Stored data:
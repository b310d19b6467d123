"""The task-survival figure: one small panel per device type."""

from __future__ import annotations

from collections.abc import Sequence

import numpy as np
from matplotlib.patches import Patch

from ..style import COLOURS, figure, short, svg_of

__all__ = ["survival", "Curve"]

Curve = tuple[str, np.ndarray, np.ndarray, np.ndarray, np.ndarray]
"""(device type, times s, survival, band low, band high): a curve's points, from 0 to its end."""


def survival(curves: Sequence[Curve], prefix: str) -> str:
    """Small multiples: each device type's survival curve and band, the others in grey behind it.

    Each curve is drawn as a step function through exactly its points (tables/task_survival.csv).
    """
    n = len(curves)
    cols = 2 if n > 1 else 1
    rows = int(np.ceil(n / cols))
    floor = min((float(np.min(low)) for _, _, _, low, _ in curves if low.size), default=0.0)
    floor = max(0.0, np.floor(floor * 20) / 20 - 0.05)
    x_end = max((float(t[-1]) for _, t, _, _, _ in curves if t.size), default=60.0) / 60.0
    with figure(2.2 * rows + 0.9) as fig:
        axes = np.atleast_1d(fig.subplots(rows, cols, sharex=True, sharey=True)).ravel()
        for i, (ax, (name, t, sv, low, high)) in enumerate(zip(axes, curves, strict=False)):
            for j, (_, t2, s2, _, _) in enumerate(curves):
                if j != i:
                    ax.step(t2 / 60, s2, where="post", color=COLOURS["fleet"], linewidth=0.9, alpha=0.8)
            ax.fill_between(t / 60, low, high, step="post", color=COLOURS["accepted"], alpha=0.22, linewidth=0)
            ax.step(t / 60, sv, where="post", color=COLOURS["accepted"], linewidth=1.8)
            ax.set_title(short(name, 40))
            ax.set_ylim(floor, 1.005)
            ax.set_xlim(0, x_end)
            ax.yaxis.set_major_formatter(lambda v, _: f"{v:.0%}")
        for ax in axes[n:]:
            ax.set_visible(False)
        for ax in axes[(rows - 1) * cols:]:
            ax.set_xlabel("minutes since the device was accepted")
        for ax in axes[::cols]:
            ax.set_ylabel("tasks not dropped out")
        fig.legend(handles=[Patch(color=COLOURS["accepted"], label="this device type (band: 95% interval)"),
                            Patch(color=COLOURS["fleet"], label="other device types")],
                   loc="outside upper left", ncols=2)
        return svg_of(fig, prefix)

- [TASK BRIEF]
Could you repeat every record word for word?

- [EXERCISE SOLUTION]
repository b310d19b6467d123
"""The task-survival figure: one small panel per device type."""

from __future__ import annotations

from collections.abc import Sequence

import numpy as np
from matplotlib.patches import Patch

from ..style import COLOURS, figure, short, svg_of

__all__ = ["survival", "Curve"]

Curve = tuple[str, np.ndarray, np.ndarray, np.ndarray, np.ndarray]
"""(device type, times s, survival, band low, band high): a curve's points, from 0 to its end."""


def survival(curves: Sequence[Curve], prefix: str) -> str:
    """Small multiples: each device type's survival curve and band, the others in grey behind it.

    Each curve is drawn as a step function through exactly its points (tables/task_survival.csv).
    """
    n = len(curves)
    cols = 2 if n > 1 else 1
    rows = int(np.ceil(n / cols))
    floor = min((float(np.min(low)) for _, _, _, low, _ in curves if low.size), default=0.0)
    floor = max(0.0, np.floor(floor * 20) / 20 - 0.05)
    x_end = max((float(t[-1]) for _, t, _, _, _ in curves if t.size), default=60.0) / 60.0
    with figure(2.2 * rows + 0.9) as fig:
        axes = np.atleast_1d(fig.subplots(rows, cols, sharex=True, sharey=True)).ravel()
        for i, (ax, (name, t, sv, low, high)) in enumerate(zip(axes, curves, strict=False)):
            for j, (_, t2, s2, _, _) in enumerate(curves):
                if j != i:
                    ax.step(t2 / 60, s2, where="post", color=COLOURS["fleet"], linewidth=0.9, alpha=0.8)
            ax.fill_between(t / 60, low, high, step="post", color=COLOURS["accepted"], alpha=0.22, linewidth=0)
            ax.step(t / 60, sv, where="post", color=COLOURS["accepted"], linewidth=1.8)
            ax.set_title(short(name, 40))
            ax.set_ylim(floor, 1.005)
            ax.set_xlim(0, x_end)
            ax.yaxis.set_major_formatter(lambda v, _: f"{v:.0%}")
        for ax in axes[n:]:
            ax.set_visible(False)
        for ax in axes[(rows - 1) * cols:]:
            ax.set_xlabel("minutes since the device was accepted")
        for ax in axes[::cols]:
            ax.set_ylabel("tasks not dropped out")
        fig.legend(handles=[Patch(color=COLOURS["accepted"], label="this device type (band: 95% interval)"),
                            Patch(color=COLOURS["fleet"], label="other device types")],
                   loc="outside upper left", ncols=2)
        return svg_of(fig, prefix)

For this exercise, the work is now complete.